Deep Learning dominates Computer Vision. We are all in this trend. Since AlexNet suddenly swept the competition by at least 10 percent than all other competitors in ILSVRC2012, Deep Learning never stops its pace outperforming in Image- and Video-related tasks.
With years of developments, current algorithms are fairly advanced: various delicate models, fancy learning paradigms, and combining the ideas of traditional methods. However, algorithms need high-quality data. Everybody knows Deep Learning hardly succeeds with insufficient or poor data.
Where do those data come from? ImageNet can be the first choice among many engineers and researchers. But it took almost three years and many following efforts to keep it updated. Moreover, it only supports object recognition problems. If you want to perform image segmentation, there is little chance for researchers to find suitable high-quality dataset. I saw many research groups, even companies, publishes their data-labeling requests on Amazon Mechanical Turk where provides the on-demand scalable workforce. Sadly, human-labeled data often requires much more time (and money) than machines, let alone quite high errors. Thus, it is surely important providing workforce with a tool that can automatically generate the rough segmentation and allow human to adjust easily and precisely.
Huh, this is exactly what Polygon-RNN does.
This work creatively formulates object annotation problem as polygon prediction rather than traditional pixel labeling. Obtaining data in fast fashion is critical when data size becomes the bottleneck of Deep Learning, and their work supplies researchers with a flexible annotation method to quickly access high-quality ground truth labels.
In this work, authors call their method as semi-automatic annotation of object instances. Generally speaking, this method requires users to provide the bounding box around the target object first, then Polygon-RNN automatically generates the first draft segmentation; if the user doesn’t think it is proper, he or she could adjust the outline anytime. What makes adjusting operation easy is exactly the idea of Polygon: vertices enable users to quickly locate the incorrect part and correct it.
Their model could be divided into two parts:
- a modified VGG architecture for capturing semantic information
- a two-layer convolutional LSTM for generating the vertices of the polygon
And this model is trained in end-to-end mode, which allows CNN learns adjustments accordingly. In particular, a Convolutional LSTM is adopted for the following reasons: 1> it receives information from previous VGG model so the ConvLSTM operating in 2D is a perfect match; 2> the nature of convolution allows a number of parameters as few as possible.
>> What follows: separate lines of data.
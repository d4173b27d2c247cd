//! Families of objects: the grammar of indicator and level, `NAME: INDICATOR > LEVEL [down to LEVEL]`.

use std::fmt;

use crate::base::error::{Error, Result};
use crate::model::indicator::{INDICATORS, Indicator};
use crate::model::source::Fields;

/// Where a level comes from.
#[derive(Debug, Clone, Copy, PartialEq)]
pub enum Level {
    /// In the indicator's own unit.
    Absolute(f64),
    /// Times the root of the box mean of the squared indicator.
    Rms(f64),
    /// Times the root of the mean square over all snapshots of the run, each box counting once.
    RunRms(f64),
    /// Times the box mean of the indicator.
    Mean(f64),
    /// The level beyond which this fraction of the box lies.
    Volume(f64),
    /// This fraction of each object's own peak.
    Peak(f64),
}

impl Level {
    /// The number before the word.
    pub fn number(self) -> f64 {
        match self {
            Level::Absolute(v) | Level::Rms(v) | Level::RunRms(v) | Level::Mean(v) | Level::Volume(v) | Level::Peak(v) => v,
        }
    }

    /// The word behind the number.
    pub fn word(self) -> &'static str {
        match self {
            Level::Absolute(_) => "",
            Level::Rms(_) => "rms",
            Level::RunRms(_) => "run-rms",
            Level::Mean(_) => "mean",
            Level::Volume(_) => "volume",
            Level::Peak(_) => "peak",
        }
    }
}

impl fmt::Display for Level {
    fn fmt(&self, f: &mut fmt::Formatter<'_>) -> fmt::Result {
        write!(f, "{} {}", self.number(), self.word())?;
        Ok(())
    }
}

/// Which side of the level belongs to the objects.
#[derive(Debug, Clone, Copy, PartialEq, Eq)]
pub enum Side {
    /// Cells above the level.
    Above,
    /// Cells below the level.
    Below,
}

/// A family of objects: an indicator and a level.
#[derive(Debug, Clone, PartialEq)]
pub struct Family {
    /// Name, the `family` column.
    pub name: String,
    /// What is thresholded.
    pub indicator: Indicator,
    /// Which side of the level is inside.
    pub side: Side,
    /// The level; with `down_to`, the one an object must go beyond somewhere.
    pub level: Level,
    /// The weaker level that such objects are grown to.
    pub down_to: Option<Level>,
}

/// The multiple of the rms that peaks must exceed where a family says only `F peak`.
pub const PEAKS_BEYOND: f64 = 3.0;

/// How the cells of an object follow from levels.
#[derive(Debug, Clone, Copy, PartialEq)]
pub enum Extent {
    /// Everything connected beyond one level.
    Single(Level),
    /// Everything connected beyond `outer` that goes beyond `inner` somewhere.
    Grown {
        /// The level to exceed.
        inner: Level,
        /// The level to grow to.
        outer: Level,
    },
    /// Grown from every peak beyond `inner` down to a fraction of that peak, touching objects split between their peaks.
    FromPeaks {
        /// The level a peak must exceed.
        inner: Level,
        /// Fraction of the peak.
        fraction: f64,
    },
}

impl fmt::Display for Family {
    fn fmt(&self, f: &mut fmt::Formatter<'_>) -> fmt::Result {
        let sign = if self.side == Side::Above { ">" } else { "<" };
        let level = |l: &Level| l.to_string().trim_end().to_string();
        write!(f, "{}: {} {sign} {}", self.name, self.indicator.name(), level(&self.level))?;
        match &self.down_to {
            Some(outer) => write!(f, " down to {}", level(outer)),
            None => Ok(()),
        }
    }
}

impl Family {
    /// The families of a request that names none: intense vorticity, and intense current where there is a magnetic field.
    pub fn defaults(fields: Fields) -> Vec<Family> {
        let of = |indicator: Indicator| Family {
            name: indicator.name().to_string(),
            indicator,
            side: Side::Above,
            level: Level::Rms(3.0),
            down_to: None,
        };
        let mut out = Vec::new();
        if fields.velocity {
            out.push(of(Indicator::Vorticity));
        }
        if fields.magnetic {
            out.push(of(Indicator::Current));
        }
        out
    }

    /// How objects follow from the levels.
    pub fn extent(&self) -> Extent {
        match (self.level, self.down_to) {
            (Level::Peak(fraction), _) => {
                let sign = if self.side == Side::Above { 1.0 } else { -1.0 };
                Extent::FromPeaks { inner: Level::Rms(sign * PEAKS_BEYOND), fraction }
            }
            (inner, Some(Level::Peak(fraction))) => Extent::FromPeaks { inner, fraction },
            (inner, Some(outer)) => Extent::Grown { inner, outer },
            (level, None) => Extent::Single(level),
        }
    }

    /// Every level whose number must be settled before detection.
    pub fn levels(&self) -> Vec<Level> {
        match self.extent() {
            Extent::Single(level) | Extent::FromPeaks { inner: level, .. } => vec![level],
            Extent::Grown { inner, outer } => vec![inner, outer],
        }
    }

    /// Reads `NAME: INDICATOR > LEVEL [down to LEVEL]` (or `<`), where LEVEL is a number alone or a number and `rms`,
    /// `run-rms`, `mean`, `volume` or `peak`.
    ///
    /// # Errors
    /// `Usage`, naming the part that is wrong.
    pub fn parse(text: &str) -> Result<Family> {
        let wrong = |found: &str| wrong(text, found);
        let (name, rest) = text.split_once(':').ok_or_else(|| wrong("no colon"))?;
        let name = name.trim();
        let usable = |c: char| c.is_ascii_alphanumeric() || c == '_' || c == '-';
        if name.is_empty() || !name.chars().all(usable) {
            return Err(wrong(&format!("the name \"{name}\"")).hint("letters, digits, _ and - make a family name"));
        }
        let (at, side) = match (rest.find('>'), rest.find('<')) {
            (Some(i), None) => (i, Side::Above),
            (None, Some(i)) => (i, Side::Below),
            (None, None) => return Err(wrong("neither > nor <")),
            (Some(_), Some(_)) => return Err(wrong("both > and <")),
        };
        let indicator_name = rest[..at].trim();
        let Some(indicator) = Indicator::named(indicator_name) else {
            let known: Vec<&str> = INDICATORS.iter().map(|i| i.name).collect();
            return Err(Error::usage("cannot read family")
                .item(format!("\"{text}\""))
                .expected("an indicator of this version")
                .found(format!("\"{indicator_name}\""))
                .hint(format!("one of {}", known.join(", "))));
        };
        let words: Vec<&str> = rest[at + 1..].split_whitespace().collect();
        let (inner, outer) = match words.windows(2).position(|w| w == ["down", "to"]) {
            Some(i) => (&words[..i], Some(&words[i + 2..])),
            None => (&words[..], None),
        };
        let family = Family {
            name: name.to_string(),
            indicator,
            side,
            level: level(text, inner)?,
            down_to: outer.map(|w| level(text, w)).transpose()?,
        };
        family.check_order().map_err(|(found, hint)| wrong(&found).hint(hint))?;
        Ok(family)
    }

    /// Whether the second level is weaker than the first, as far as that can be told from the words.
    fn check_order(&self) -> std::result::Result<(), (String, &'static str)> {
        let Some(outer) = self.down_to else { return Ok(()) };
        if matches!(self.level, Level::Peak(_)) {
            return Err((
                format!("{} before \"down to\"", self.level),
                "a peak fraction stands behind \"down to\", for example 3 rms down to 0.5 peak",
            ));
        }
        if self.level.word() != outer.word() {
            return Ok(());
        }
        let (a, b) = (self.level.number(), outer.number());
        let weaker = match (self.level, self.side) {
            // A larger fraction of the box lies beyond a weaker level.
            (Level::Volume(_), _) | (_, Side::Below) => b > a,
            (_, Side::Above) => b < a,
        };
        let text = |l: Level| l.to_string().trim_end().to_string();
        if weaker {
            Ok(())
        } else {
            Err((
                format!("{} down to {}", text(self.level), text(outer)),
                "the level behind \"down to\" must take in more cells than the first",
            ))
        }
    }
}

fn wrong(text: &str, found: &str) -> Error {
    Error::usage("cannot read family")
        .item(format!("\"{text}\""))
        .expected("\"NAME: INDICATOR > LEVEL [down to LEVEL]\"")
        .found(found)
        .hint("for example \"vorticity: vorticity > 3 rms\"")
}

fn level(text: &str, words: &[&str]) -> Result<Level> {
    const WORDS: &str = "a level is a number, alone or with rms, run-rms, mean, volume or peak";
    let (number, word) = match words {
        [] => return Err(wrong(text, "no level")),
        ["percolation"] => {
            return Err(wrong(text, "the level \"percolation\"").hint("this version does not settle percolation levels; give a number"));
        }
        [number] => (number, None),
        [number, word] => (number, Some(*word)),
        _ => return Err(wrong(text, &format!("the level \"{}\"", words.join(" "))).hint(WORDS)),
    };
    let value: f64 = number.parse().map_err(|_| wrong(text, &format!("the level \"{number}\"")).hint(WORDS))?;
    if !value.is_finite() {
        return Err(wrong(text, &format!("the level \"{number}\"")).hint("a level is a finite number"));
    }
    let fraction = |name: &str| {
        if value > 0.0 && value < 1.0 {
            Ok(value)
        } else {
            Err(wrong(text, &format!("the {name} fraction {number}")).hint(format!("a {name} fraction lies between 0 and 1")))
        }
    };
    match word {
        None => Ok(Level::Absolute(value)),
        Some("rms") => Ok(Level::Rms(value)),
        Some("run-rms") => Ok(Level::RunRms(value)),
        Some("mean") => Ok(Level::Mean(value)),
        Some("volume") => fraction("volume").map(Level::Volume),
        Some("peak") => fraction("peak").map(Level::Peak),
        Some(word) => Err(wrong(text, &format!("the word \"{word}\"")).hint(WORDS)),
    }
}

#[cfg(test)]
mod tests {
    use super::*;

    #[test]
    fn grammar_round_trips() {
        for text in [
            "vorticity: vorticity > 3 rms",
            "cores: q < -2.5",
            "worms: vorticity > 0.01 volume",
            "b: field > 2 mean",
            "sheets: current > 4 rms down to 2 rms",
            "lows: lambda2 < -3 run-rms down to -1 run-rms",
            "grown: current > 3 rms down to 0.5 peak",
            "tops: current > 0.5 peak",
            "v: vorticity > 0.01 volume down to 0.05 volume",
        ] {
            assert_eq!(Family::parse(text).unwrap().to_string(), text);
        }
    }

    #[test]
    fn extents_follow_the_words() {
        let of = |text: &str| Family::parse(text).unwrap().extent();
        assert_eq!(of("a: q > 0.5 peak"), Extent::FromPeaks { inner: Level::Rms(3.0), fraction: 0.5 });
        assert_eq!(of("a: lambda2 < 0.5 peak"), Extent::FromPeaks { inner: Level::Rms(-3.0), fraction: 0.5 });
        assert_eq!(of("a: q > 2 down to 0.5 peak"), Extent::FromPeaks { inner: Level::Absolute(2.0), fraction: 0.5 });
        assert_eq!(of("a: q > 2 down to 1 rms"), Extent::Grown { inner: Level::Absolute(2.0), outer: Level::Rms(1.0) });
    }

    #[test]
    fn every_fault_is_named() {
        let cases = [
            ("vorticity > 3 rms", "found no colon"),
            (": vorticity > 3", "found the name \"\""),
            ("a/b: vorticity > 3", "found the name \"a/b\""),
            ("a: vorticity 3", "found neither > nor <"),
            ("a: vorticity > < 3", "found both > and <"),
            ("a: vortex > 3", "expected an indicator of this version, found \"vortex\""),
            ("a: vorticity >", "found no level"),
            ("a: vorticity > x rms", "found the level \"x\""),
            ("a: vorticity > nan", "found the level \"nan\""),
            ("a: vorticity > 3 sigma", "found the word \"sigma\""),
            ("a: vorticity > 2 volume", "found the volume fraction 2"),
            ("a: vorticity > 1.5 peak", "found the peak fraction 1.5"),
            ("a: vorticity > 3 rms and more", "found the level \"3 rms and more\""),
            ("a: vorticity > 3 rms down to", "found no level"),
            ("a: vorticity > 3 rms down to 4 rms", "found 3 rms down to 4 rms"),
            ("a: lambda2 < -3 down to -4", "found -3 down to -4"),
            ("a: vorticity > 0.1 volume down to 0.01 volume", "found 0.1 volume down to 0.01 volume"),
            ("a: vorticity > 0.5 peak down to 1", "found 0.5 peak before \"down to\""),
            ("a: vorticity > percolation", "found the level \"percolation\""),
        ];
        for (text, part) in cases {
            let message = Family::parse(text).unwrap_err().to_string();
            assert!(message.contains(part), "{text}: {message}");
        }
    }
}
The novelty is that vertex prediction is formulated as classification problem given the image feature representations learned from CNN, two consecutive vertices right before current prediction, and one-hot encoding of previous predicted vertices as input.
In Prediction mode, the model generates a structurally coherent polygon around the target object without any user corrections, it only needs the proper bounding box of the target instance. Giving a bounding box is always easier and less error-prone than drawing an outline, right? And in the following Annotation mode, users are required to closely examine whether the predicted polygon meets the precision. If not, users could easily adjust the vertices, and the model will automatically output new vertices according to original polygon and users’ inputs until it arrives at the threshold. By repeating this process, often with several clicks, a high-quality annotation is beautifully done.
The evaluation was done on the Cityspaces dataset, and standard IOU measure is given.
This paper received an honorable mention for the best papers award in CVPR2017. And during the conference, we saw many new types of researches often encounter the problem of no suitable (enough) training data. Now, data has become the bottleneck of advanced algorithms, and it is inevitable for researchers to build a larger general purpose dataset. Furthermore, the quality of data is also important, since low-quality data may severely lower the performance, even if the model may be good enough. This paper proposes not only a method as a useful tool but also a new concept for modeling complex annotation as a simple polygon. We think the methods to acquire data are on the way, and this work is definitely worth scrutinizing.